We are looking for an experienced Senior Software Engineer who will collaborate with Data Scientists, Program Managers, and Platform Engineers to design and implement high-quality end-to-end ML solutions, covering data ingestion, feature engineering, training, scoring, monitoring, and endpoint integration. The candidate should research innovative optimization methods, manage a high-quality feature store, and develop tools for streamlined model onboarding.
Microsoft’s mission is to empower every person and every organization on the planet to achieve more. As employees we come together with a growth mindset, innovate to empower others, and collaborate to realize our shared goals. Each day we build on our values of respect, integrity, and accountability to create a culture of inclusion where everyone can thrive at work and beyond.
Qualifications
Required Qualifications:
- Bachelor's Degree in Computer Science or related technical field AND 4+ years technical engineering experience with coding in languages including, but not limited to, C, C++, C#, Java, JavaScript, or Python
- OR equivalent experience.
- 2+ years experience implementing and optimizing a variety of ML algorithms in production (Regression, Deep Learning, Gradient Boosting, Dimensionality Reduction)
- Solid Python programming skills and coding practices (CI/CD, package design, unit testing, etc)
- Solid experience with common machine learning frameworks: TensorFlow, PyTorch, Keras, Spark ML
- Proven track record of optimizing models on various types of compute (CPU/GPU, Spark, Kubernetes)
- Experience joining and processing terabyte data sources into curated feature datasets (batch and streaming methods)
- Experience with orchestration frameworks like Azure Data Factory, AirFlow or equivalent
- Experience implementing API interfaces for model serving (i.e.

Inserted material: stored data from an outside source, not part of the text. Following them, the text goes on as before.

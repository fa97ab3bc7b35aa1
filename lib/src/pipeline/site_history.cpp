#include "stagewell/site_history.hpp"

#include <algorithm>
#include <cmath>
#include <limits>
#include <map>

#include "site_json.hpp"
#include "stagewell/rating.hpp"
#include "supercritical.hpp"

namespace stagewell {
namespace {

constexpr std::int64_t kStart = std::numeric_limits<std::int64_t>::min();
constexpr std::int64_t kEnd = std::numeric_limits<std::int64_t>::max();

// The opposite of the out_of_range check (checks.hpp): min_stage <= stage <= max_stage.
bool within_stage_range(const ChecksSpec& checks, double stage) {
  return !(checks.min_stage && stage < *checks.min_stage) &&
         !(checks.max_stage && stage > *checks.max_stage);
}

// How this segment's version turns stage into depth (stored with the version: see DepthTerms).
DepthTerms depth_terms(const SiteConfig& keys, const StageCorrection* correction,
                       units::System system) {
  DepthTerms terms{.stage_offset = keys.stage.offset,
                   .zero_flow = keys.stage.zero_flow,
                   .stage_unit_m = units::to_m(keys.stage.units),
                   .length_unit_m = units::length_to_m(system),
                   .correction = std::nullopt};
  if (correction != nullptr) {
    terms.correction = DepthTerms::Correction{.from_ms = correction->from_ms,
                                              .to_ms = correction->to_ms,
                                              .offset = correction->offset,
                                              .drift = correction->drift};
  }
  return terms;
}

}  // namespace

struct SiteHistory::Hydraulics {
  std::shared_ptr<const Channel> channel;
  std::unique_ptr<RatingTable> rating;
  std::unique_ptr<SupercriticalDepths> supercritical;
  double top_depth = 0.0;  // configuration length unit
};

SiteHistory::SiteHistory(SiteHistory&&) noexcept = default;
SiteHistory& SiteHistory::operator=(SiteHistory&&) noexcept = default;
SiteHistory::~SiteHistory() = default;

Result<SiteHistory> SiteHistory::open(Store& store, SiteKey key, const SiteConfig& site,
                                      units::System system, std::int64_t now_ms) {
  SiteHistory history;
  history.system_ = system;
  // Every time at which the keys or the correction may change.
  std::vector<std::int64_t> cuts{kStart};
  for (const auto& change : site.changes) cuts.push_back(change.from_ms);
  for (const auto& correction : site.corrections) {
    cuts.push_back(correction.from_ms);
    cuts.push_back(correction.to_ms);
  }
  std::sort(cuts.begin(), cuts.end());
  cuts.erase(std::unique(cuts.begin(), cuts.end()), cuts.end());

  std::map<const SiteConfig*, std::size_t> built;
  for (std::size_t i = 0; i < cuts.size(); ++i) {
    HistorySegment segment;
    segment.from_ms = cuts[i];
    segment.to_ms = i + 1 < cuts.size() ? cuts[i + 1] : kEnd;
    segment.keys = &site.version_at(segment.from_ms);
    segment.correction = site.correction_at(segment.from_ms);
    auto [found, added] = built.emplace(segment.keys, history.hydraulics_.size());
    if (added) {
      auto hydraulics = std::make_unique<Hydraulics>();
      hydraulics->channel = make_channel(*segment.keys, system);
      if (!hydraulics->channel) {
        return fail(ErrorKind::invalid_argument,
                    "site " + site.id + ": a section of its history cannot be built");
      }
      hydraulics->rating = std::make_unique<RatingTable>(hydraulics->channel);
      hydraulics->top_depth = hydraulics->channel->section().top_depth();
      hydraulics->supercritical =
          std::make_unique<SupercriticalDepths>(*hydraulics->channel, hydraulics->top_depth);
      history.hydraulics_.push_back(std::move(hydraulics));
    }
    segment.hydraulics = found->second;
    auto version =
        store.versions().record(key, site_config_json(*segment.keys, system, segment.correction),
                                now_ms, depth_terms(*segment.keys, segment.correction, system));
    if (!version) return std::unexpected(version.error());
    segment.version = *version;
    history.segments_.push_back(segment);
  }
  return history;
}

const HistorySegment& SiteHistory::segment_at(std::int64_t time_ms) const {
  if (time_ms >= segments_.back().from_ms) return segments_.back();
  const auto after = std::upper_bound(
      segments_.begin(), segments_.end(), time_ms,
      [](std::int64_t time, const HistorySegment& segment) { return time < segment.from_ms; });
  return *std::prev(after);  // the first segment starts at INT64_MIN: `after` is never begin()
}

double SiteHistory::depth(std::int64_t time_ms, double stage) const {
  const HistorySegment& segment = segment_at(time_ms);
  const double correction = segment.correction ? segment.correction->at(time_ms) : 0.0;
  return segment.keys->depth_for_stage(stage + correction, system_);
}

bool SiteHistory::unusable(std::int64_t time_ms, double stage) const {
  // Only a reading inside the stage range gets a discharge, and below the section's top the
  // rating's discharges are finite.
  const HistorySegment& segment = segment_at(time_ms);
  const Hydraulics& hydraulics = *hydraulics_[segment.hydraulics];
  const double depth = this->depth(time_ms, stage);
  return !std::isfinite(depth) ||
         (within_stage_range(segment.keys->checks, stage) && depth > hydraulics.top_depth &&
          !std::isfinite(hydraulics.channel->discharge(depth)));
}

ComputedReading SiteHistory::compute(std::int64_t time_ms, double stage, Flags checked,
                                     const std::optional<PastReading>& previous) const {
  const HistorySegment& segment = segment_at(time_ms);
  const Hydraulics& hydraulics = *hydraulics_[segment.hydraulics];
  ComputedReading out;
  out.config = segment.version;
  out.flags = checked;
  out.depth = depth(time_ms, stage);
  if (out.flags.has(Flag::out_of_range)) {
    out.discharge.reset();  // an implausible stage gives no discharge; the reading is still kept
  } else if (out.depth <= 0.0) {
    out.flags.set(Flag::below_zero_flow);
    out.discharge = 0.0;
  } else if (out.depth > hydraulics.top_depth) {
    // Rare: the direct formula (vertical walls above an open section, a full pipe above a crown).
    const HydraulicState state = hydraulics.channel->at_depth(out.depth);
    out.flags |= state.flags;
    out.discharge = state.discharge;
  } else {
    out.discharge = hydraulics.rating->discharge(out.depth);
    if (hydraulics.supercritical->contains(out.depth)) out.flags.set(Flag::supercritical);
  }
  if (out.discharge && *out.discharge > 0.0) {
    const SiteConfig& keys = *segment.keys;
    // Relative to the stored discharge; the top width only where a Jones estimate is formed.
    StageResponse response;
    response.discharge = *out.discharge;
    response.dq_dh = rating_slope(*hydraulics.channel, out.depth);
    if (previous) response.top_width = hydraulics.channel->section().geometry(out.depth).top_width;
    const double stage_to_length = units::to_m(keys.stage.units) / units::length_to_m(system_);
    if (const auto band = relative_band(response, keys.uncertainty, stage_to_length)) {
      out.band = band_from_bp(band_to_bp(*band));  // as stored (uncertainty.hpp)
    }
    if (previous) {
      const double seconds = static_cast<double>(time_ms - previous->time_ms) / 1000.0;
      const double rate = (out.depth - depth(previous->time_ms, previous->stage)) / seconds;
      if (const auto jones = jones_discharge(response, keys.slope, rate)) {
        // Judged before the estimate is rounded to a basis point for storing.
        if (keys.checks.unsteady > 0.0 &&
            std::fabs(*jones / *out.discharge - 1.0) > keys.checks.unsteady) {
          out.flags.set(Flag::unsteady);
        }
        out.discharge_jones = jones_from_bp(*out.discharge, jones_to_bp(*out.discharge, *jones));
      }
    }
  }
  return out;
}

}  // namespace stagewell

OpenAPI, FastAI)
Other Requirements:
Ability to meet Microsoft, customer and/or government security screening requirements are required for this role. These requirements include but are not limited to the following specialized security screenings:
- Microsoft Cloud Background Check: This position will be required to pass the Microsoft Cloud background check upon hire/transfer and every two years thereafter.
Preferred Qualifications:
- Knowledge of statistics and experiment design (i.e. A/B testing, causal inference).
- Experience with containerization: Docker, Kubernetes.
- Experience with Azure Machine Learning (or equivalent).
- Experience with ML Ops frameworks like MLFlow, KubeFlow or equivalent.
- Experience with compiled languages: C++, C#, or Java.
- Experience with Microsoft analytic systems: Cosmos, Kusto, Substrate AI, Synapse.
Responsibilities
- Work closely with Data Scientists, Program Managers, and Platform Engineers to design and implement high-quality end-to-end ML solutions in production (including data ingestion, feature engineering, training, scoring, monitoring, telemetry, and endpoint integration).
- Research innovative ways to optimize all aspects of managing models in production to reduce implementation times and ensure best possible model quality and performance (including algorithms, parameter tuning, compute environments, model management tools, feature selection).
- Onboard feature data from a wide variety of sources and manage a high-quality feature store to support production models and data scientist productivity.
- Build a deep understanding of Microsoft ML platforms and open-source frameworks to guide what capabilities we can adopt in our environment.
- Develop packages and tools to streamline the model onboarding and management.
- Monitor production model performance and health, identify where improvements need to be made, and handle production incidents when they occur.